O laudo cadavérico da Polícia Técnico Científica (Politec) revelou que a morte do serviços gerais Eliel Pereira Brito, de 33 anos, não foi decorrente de uma ataque cardíaco, como se presumiu inicialmente, mas, sim, em razão de um Acidente Vascular Cerebral (AVC), hemorrágico, provocado pelo  rompimento de um aneurisma cerebral.

É o que detalhou no laudo o médico legista Dilson Ferreira.

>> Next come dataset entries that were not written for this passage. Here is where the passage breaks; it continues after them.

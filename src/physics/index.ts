/** Public names of src/physics (re-exports; one concept per file). */
export * from './bandLadders';
export * from './bandLines';
export * from './bandSymmetry';
export * from './constants';
export * from './faddeeva';
export * from './honlLondon';
export * from './lineLabel';
export * from './lineShape';
export * from './lineShapeVoigtTable';
export * from './model';
export * from './partitionFunction';
export * from './spectrum';
export * from './spectrumAddVoigt';
export * from './spectrumFft';
export * from './spectrumTail';
export * from './termValues';
export * from './transitionCheck';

Eliel morreu por volta de 7h40 de segunda-feira (19) após cair da bicicleta que ele pedalava pela rua José Adilson Pinto Pereira, bairro Infraero I, zona norte de Macapá. O homem havia saído do bairro Açaí e seguia para o trabalho quando passou mal.

“Ele seguia normal ai na frente e de repente caiu da bicicleta. Corremos para chamar os policiais ai no quartel. Foi muito rápido”, disse o pedreiro Carlos Lacerda, de 32 anos, que seguia em outra bicicleta logo atrás.

A equipe do Serviço de Atendimento Móvel de Urgência (SAMU) foi acionada para prestar socorro. “Utilizamos todos os protocolos no sentido de reanimar o paciente. Permanecemos por cerca de 20 minutos, mas infelizmente ele acabou morrendo”, disse a médica Caroline Campos. O corpo foi removido para a Politec onde passou por necropsia. Eliel foi velado pelos parentes em uma igreja no bairro São Lázaro. O sepultamento ocorreu na manhã desta terça-feira (20) no cemitério São Francisco de Assis, às margens da BR-210.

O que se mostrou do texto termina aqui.